■ Instructions to follow ■
From the data below, return all lines holding the string "beforeAll".

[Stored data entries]
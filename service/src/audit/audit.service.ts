import { Injectable } from '@nestjs/common';
import { InjectRepository } from '@nestjs/typeorm';
import { Brackets, type EntityManager, Repository, type SelectQueryBuilder } from 'typeorm';
import type { QueryDeepPartialEntity } from 'typeorm/query-builder/QueryPartialEntity.js';
import { sitesOf, type SignedInUser } from '../auth/signed-in-user.js';
import { Transactions } from '../database/transactions.js';
import { UserRole } from '../people/user-role.entity.js';
import { AuditEntry } from './audit-entry.entity.js';
import { chainHash, ORIGIN, verifyChain, type ChainReport, type StoredEntry } from './chain.js';

/** Who is named when the service acted by itself. */
export const SERVICE_NAME = 'Polewright';
/** Entries that are read at once. */
const BATCH = 1_000;
/** What engineers may read the record of: the subjects of their own work. */
const ENGINEERS_SUBJECTS = ['axis', 'proposal'];
/** What belongs to the installation and to no site: for whoever administers any. */
const INSTALLATION_SUBJECTS = ['storage'];

export interface AuditRecord {
  /** null when the service itself acts */
  user: SignedInUser | null;
  /** Such as "proposal.approve". */
  action: string;
  subject: { type: string; id: number | string };
  siteId?: number | null;
  note?: string | null;
  before?: unknown;
  after?: unknown;
}

/** Which part of what a person may read. */
export interface AuditScope {
  siteId?: number;
  subjectType?: string;
  subjectId?: string;
}

export interface AuditFilter extends AuditScope {
  limit: number;
  /** Only entries before this one. */
  beforeId?: number;
}

/** A value as it comes back from its JSON column. */
const asStored = (value: unknown): unknown =>
  value === undefined || value === null ? null : (JSON.parse(JSON.stringify(value)) as unknown);

@Injectable()
export class AuditService {
  constructor(
    @InjectRepository(AuditEntry) private readonly entries: Repository<AuditEntry>,
    private readonly transactions: Transactions,
  ) {}

  /**
   * Adds an entry to the record, in the transaction of what it records.
   *
   * @param manager of a unit of work of `Transactions`, which runs one at a time: the chain has one end
   */
  async record(manager: EntityManager, record: AuditRecord): Promise<void> {
    await this.recordAll(manager, [record]);
  }

  /** The same for many at once, in their order: one look for the end of the chain and few statements. */
  async recordAll(manager: EntityManager, records: readonly AuditRecord[]): Promise<void> {
    if (records.length === 0) return;
    const last = await manager.findOne(AuditEntry, {
      select: { id: true, hash: true },
      where: {},
      order: { id: 'DESC' },
    });
    let previousHash = last?.hash ?? ORIGIN;
    const entries = records.map((record) => {
      const content = {
        at: new Date(),
        userId: record.user?.id ?? null,
        actor: record.user?.name ?? SERVICE_NAME,
        action: record.action,
        subjectType: record.subject.type,
        subjectId: String(record.subject.id),
        siteId: record.siteId ?? null,
        note: record.note ?? null,
        before: asStored(record.before),
        after: asStored(record.after),
      };
      const entry = { ...content, previousHash, hash: chainHash(previousHash, content) };
      previousHash = entry.hash;
      return entry;
    });
    for (let i = 0; i < entries.length; i += BATCH)
      await manager
        .createQueryBuilder()
        .insert()
        .into(AuditEntry)
        .values(entries.slice(i, i + BATCH) as QueryDeepPartialEntity<AuditEntry>[])
        .updateEntity(false)
        .execute();
  }

  /**
   * What a person may read of the record, newest first: an administrator the sites that they administer and the people
   * of these sites, an engineer the axes and proposals of their sites.
   */
  async list(
    user: SignedInUser,
    filter: AuditFilter,
  ): Promise<{ items: AuditEntry[]; nextCursor: string | null }> {
    const query = this.readable(user, filter)
      .orderBy('entry.id', 'DESC')
      .take(filter.limit + 1);
    if (filter.beforeId) query.andWhere('entry.id < :beforeId', { beforeId: filter.beforeId });
    const found = await query.getMany();
    const items = found.slice(0, filter.limit);
    return { items, nextCursor: found.length > filter.limit ? String(items.at(-1)?.id) : null };
  }

  /** The same entries, oldest first, with their hashes, batch by batch: nothing is held that was handed on. */
  async *export(user: SignedInUser, filter: AuditScope): AsyncGenerator<AuditEntry[]> {
    for (let lastId = 0; ;) {
      const batch = await this.readable(user, filter)
        .andWhere('entry.id > :lastId', { lastId })
        .orderBy('entry.id')
        .take(BATCH)
        .getMany();
      if (batch.length > 0) yield batch;
      if (batch.length < BATCH) return;
      lastId = batch.at(-1)!.id;
    }
  }

  private readable(user: SignedInUser, filter: AuditScope): SelectQueryBuilder<AuditEntry> {
    const readable = sitesOf(user, 'audit.read');
    const administered = sitesOf(user, 'people.manage');
    const query = this.entries.createQueryBuilder('entry').where(
      new Brackets((scope) =>
        scope
          .where('entry.siteId IN (:...administered)', { administered: [-1, ...administered] })
          .orWhere('entry.siteId IN (:...readable) AND entry.subjectType IN (:...subjects)', {
            readable: [-1, ...readable],
            subjects: ENGINEERS_SUBJECTS,
          })
          .orWhere(
            `entry.siteId IS NULL AND entry.subjectType = 'person' AND EXISTS (${this.entries.manager
              .createQueryBuilder(UserRole, 'role')
              .select('1')
              .where('CAST(role.userId AS TEXT) = entry.subjectId AND role.siteId IN (:...administered)')
              .getQuery()})`,
          )
          .orWhere('entry.siteId IS NULL AND entry.subjectType IN (:...shared)', {
            shared: administered.length > 0 ? INSTALLATION_SUBJECTS : [''],
          }),
      ),
    );
    if (filter.siteId !== undefined) query.andWhere('entry.siteId = :siteId', { siteId: filter.siteId });
    if (filter.subjectType) query.andWhere('entry.subjectType = :type', { type: filter.subjectType });
    if (filter.subjectId) query.andWhere('entry.subjectId = :id', { id: filter.subjectId });
    return query;
  }

  /** Walks the whole chain, as stored, and says where, if anywhere, it does not hold. */
  async verify(): Promise<ChainReport> {
    const { manager } = this.entries;
    // Asked for between two units of work: one that is under way may yet be rolled back.
    const [end] = await this.transactions.run<{ given: number; last: number }[]>((unit) =>
      unit.query(
        `SELECT COALESCE((SELECT "seq" FROM "sqlite_sequence" WHERE "name" = 'audit_entry'), 0) AS "given",
                COALESCE((SELECT MAX("id") FROM "audit_entry"), 0) AS "last"`,
      ),
    );
    const { given, last } = end!;
    async function* batches(): AsyncGenerator<StoredEntry[]> {
      for (let lastId = 0; lastId < last;) {
        const batch: StoredEntry[] = await manager.query(
          'SELECT * FROM "audit_entry" WHERE "id" > ? AND "id" <= ? ORDER BY "id" LIMIT ?',
          [lastId, last, BATCH],
        );
        if (batch.length === 0) return;
        yield batch;
        lastId = batch.at(-1)!.id;
      }
    }
    return verifyChain(batches(), given);
  }
}
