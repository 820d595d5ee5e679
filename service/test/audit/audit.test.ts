import { createHash } from 'node:crypto';
import { afterAll, beforeAll, describe, expect, it } from 'vitest';
import { AuditEntry } from '../../src/audit/audit-entry.entity.js';
import { AuditService } from '../../src/audit/audit.service.js';
import { canonicalJson } from '../../src/audit/canonical-json.js';
import { Transactions } from '../../src/database/transactions.js';
import { addPerson, startPeople, type PeopleApp } from '../people/people-app.js';

let people: PeopleApp;
let audit: AuditService;
let hall: number;
let yard: number;
const record = (entry: Parameters<AuditService['record']>[1]) =>
  people.app.get(Transactions).run((manager) => audit.record(manager, entry));

beforeAll(async () => {
  people = await startPeople();
  audit = people.app.get(AuditService);
  [hall, yard] = people.siteIds;
});
afterAll(() => people.close());

describe('canonical JSON', () => {
  it('does not depend on the order in which an object was filled', () => {
    expect(canonicalJson({ b: [1, { d: null, c: 'x' }], a: new Date(0) })).toBe(
      '{"a":"1970-01-01T00:00:00.000Z","b":[1,{"c":"x","d":null}]}',
    );
    expect(canonicalJson({ a: undefined, 10: 1, 9: 2 })).toBe(canonicalJson({ 9: 2, 10: 1 }));
  });
});

describe('the record', () => {
  it('refuses to be altered or deleted, whoever asks', async () => {
    await record({ user: null, action: 'axis.changed', subject: { type: 'axis', id: 7 }, siteId: hall });
    await expect(people.dataSource.query(`UPDATE "audit_entry" SET "note" = 'x'`)).rejects.toThrow(
      /never altered/,
    );
    await expect(people.dataSource.query('DELETE FROM "audit_entry"')).rejects.toThrow(/never deleted/);
  });

  it('chains its entries, and the check finds the one that was altered behind its back', async () => {
    for (let i = 0; i < 20; i++)
      await record({
        user: null,
        action: 'axis.changed',
        subject: { type: 'axis', id: i },
        siteId: hall,
        before: { gain: 0.1 * i, at: new Date(i) },
        after: { z: 1, a: undefined, list: [undefined] },
      });
    const whole = await audit.verify();
    expect(whole).toMatchObject({ intact: true, brokenAt: null });
    expect(whole.entries).toBeGreaterThanOrEqual(21);
    // The hash of one entry, worked out from its row alone.
    const [first] = (await people.dataSource.query('SELECT * FROM "audit_entry" ORDER BY "id" LIMIT 1')) as [
      Record<string, string | number | null>,
    ];
    const content = {
      action: first.action,
      actor: first.actor,
      after: null,
      at: `${String(first.at).replace(' ', 'T')}Z`,
      before: null,
      note: null,
      siteId: first.siteId,
      subjectId: first.subjectId,
      subjectType: first.subjectType,
      userId: null,
    };
    expect(first.hash).toBe(
      createHash('sha256')
        .update('0'.repeat(64) + JSON.stringify(content))
        .digest('hex'),
    );

    const { id } = await people.dataSource
      .getRepository(AuditEntry)
      .findOneByOrFail({ subjectType: 'axis', subjectId: '11' });
    await people.dataSource.query('DROP TRIGGER "audit_entry_is_never_altered"');
    await people.dataSource.query(`UPDATE "audit_entry" SET "after" = '{"z":2}' WHERE "id" = ?`, [id]);
    expect(await audit.verify()).toMatchObject({ intact: false, brokenAt: id });
    await people.dataSource.query(
      `UPDATE "audit_entry" SET "after" = '{"z":1,"list":[null]}' WHERE "id" = ?`,
      [id],
    );
    expect(await audit.verify()).toMatchObject({ intact: true, head: whole.head });
    await people.dataSource.query('DROP TRIGGER "audit_entry_is_never_deleted"');
    const row = (await people.dataSource.query('SELECT * FROM "audit_entry" WHERE "id" = ?', [
      id,
    ])) as unknown[];
    await people.dataSource.query('DELETE FROM "audit_entry" WHERE "id" = ?', [id]);
    expect(await audit.verify()).toMatchObject({
      intact: false,
      brokenAt: id,
      reason: `Entry ${id} is missing`,
    });
    await people.dataSource.getRepository(AuditEntry).insert({
      ...(row[0] as AuditEntry),
      at: new Date(`${String((row[0] as { at: string }).at).replace(' ', 'T')}Z`),
      before: JSON.parse((row[0] as { before: string }).before),
      after: { z: 1, list: [null] },
    } as never);
    expect(await audit.verify()).toMatchObject({ intact: true });
  });

  it('keeps one end when many write at once', async () => {
    await Promise.all(
      Array.from({ length: 30 }, (_, i) =>
        record({ user: null, action: 'test.parallel', subject: { type: 'axis', id: `p${i}` }, siteId: yard }),
      ),
    );
    expect(await audit.verify()).toMatchObject({ intact: true });
  });

  it('keeps nothing of a unit of work that failed', async () => {
    const before = (await audit.verify()).entries;
    await expect(
      people.app.get(Transactions).run(async (manager) => {
        await audit.record(manager, { user: null, action: 'test.lost', subject: { type: 'axis', id: 1 } });
        throw new Error('and then it failed');
      }),
    ).rejects.toThrow('and then it failed');
    expect(await audit.verify()).toMatchObject({ entries: before, intact: true });
  });

  it('shows administrators their sites, engineers axes and proposals of theirs, and nobody else anything', async () => {
    await addPerson(people, 'halladmin', [{ siteId: hall, role: 'administrator' }]);
    await addPerson(people, 'hallengineer', [{ siteId: hall, role: 'engineer' }]);
    await record({
      user: null,
      action: 'site.registered',
      subject: { type: 'site', id: hall },
      siteId: hall,
    });
    await record({
      user: null,
      action: 'site.registered',
      subject: { type: 'site', id: yard },
      siteId: yard,
    });
    const list = async (who: string, query = '') =>
      (await (await people.as(who)).get(`/api/v1/audit?limit=200${query}`).expect(200)).body
        .items as AuditEntry[];
    const ofHall = await list('halladmin');
    expect(ofHall.length).toBeGreaterThan(20);
    expect(new Set(ofHall.map(({ siteId }) => siteId))).toEqual(new Set([hall]));
    const ofEngineer = await list('hallengineer');
    expect(new Set(ofEngineer.map(({ siteId, subjectType }) => `${siteId} ${subjectType}`))).toEqual(
      new Set([`${hall} axis`]),
    );
    expect(await list('halladmin', `&siteId=${yard}`)).toEqual([]);
    expect(await list('admin', `&siteId=${yard}&subjectType=site`)).toHaveLength(1);
    for (const who of ['viewer', 'technician']) await (await people.as(who)).get('/api/v1/audit').expect(403);
    await (await people.as('engineer')).get('/api/v1/audit/chain').expect(403);
    expect((await (await people.as('admin')).get('/api/v1/audit/chain').expect(200)).body.intact).toBe(true);
  });

  it('is read page by page, newest first, without overlap', async () => {
    const admin = await people.as('admin');
    const whole = (await admin.get('/api/v1/audit?limit=200').expect(200)).body.items as AuditEntry[];
    const read: AuditEntry[] = [];
    for (let next = ''; ;) {
      const { body } = await admin.get(`/api/v1/audit?limit=7${next}`).expect(200);
      read.push(...(body.items as AuditEntry[]));
      if (body.nextCursor === null) break;
      next = `&cursor=${body.nextCursor}`;
    }
    expect(read).toEqual(whole);
    expect(read.map(({ id }) => id)).toEqual(read.map(({ id }) => id).sort((a, b) => b - a));
    await admin.get('/api/v1/audit?limit=0').expect(400);
    await admin.get('/api/v1/audit?cursor=x').expect(400);
  });
});
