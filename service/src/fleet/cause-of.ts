import { probableCause, type Cause } from '../identification/probable-cause.js';
import type { PlantEstimate } from '../identification/plant-estimate.js';
import type { AxisPipeline } from '../telemetry/axis-pipeline.js';
import type { Baseline } from './axis.entity.js';

/** The probable cause of a difference between an estimate and a baseline. */
export function causeBetween(baseline: Baseline, estimate: PlantEstimate): Cause {
  return probableCause({
    baseline: {
      gain: baseline.gain,
      pole: baseline.pole,
      ...(baseline.gainForward !== null && { gainForward: baseline.gainForward }),
      ...(baseline.gainReverse !== null && { gainReverse: baseline.gainReverse }),
    },
    estimate,
    ...(baseline.coulomb !== null && { coulombBaseline: baseline.coulomb }),
    ...(baseline.bias !== null && { biasBaseline: baseline.bias }),
  });
}

/** The probable cause of a decided drift; null while nothing is decided or no baseline exists. */
export function causeOf({ decisions, estimate, facts }: AxisPipeline): Cause | null {
  const decided = decisions?.gain.state === 'drifted' || decisions?.pole.state === 'drifted';
  return decided && estimate && facts.baseline ? causeBetween(facts.baseline, estimate) : null;
}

■ Answer to the problem ■
import { afterAll, beforeAll, describe, expect, it } from 'vitest';
beforeAll(async () => {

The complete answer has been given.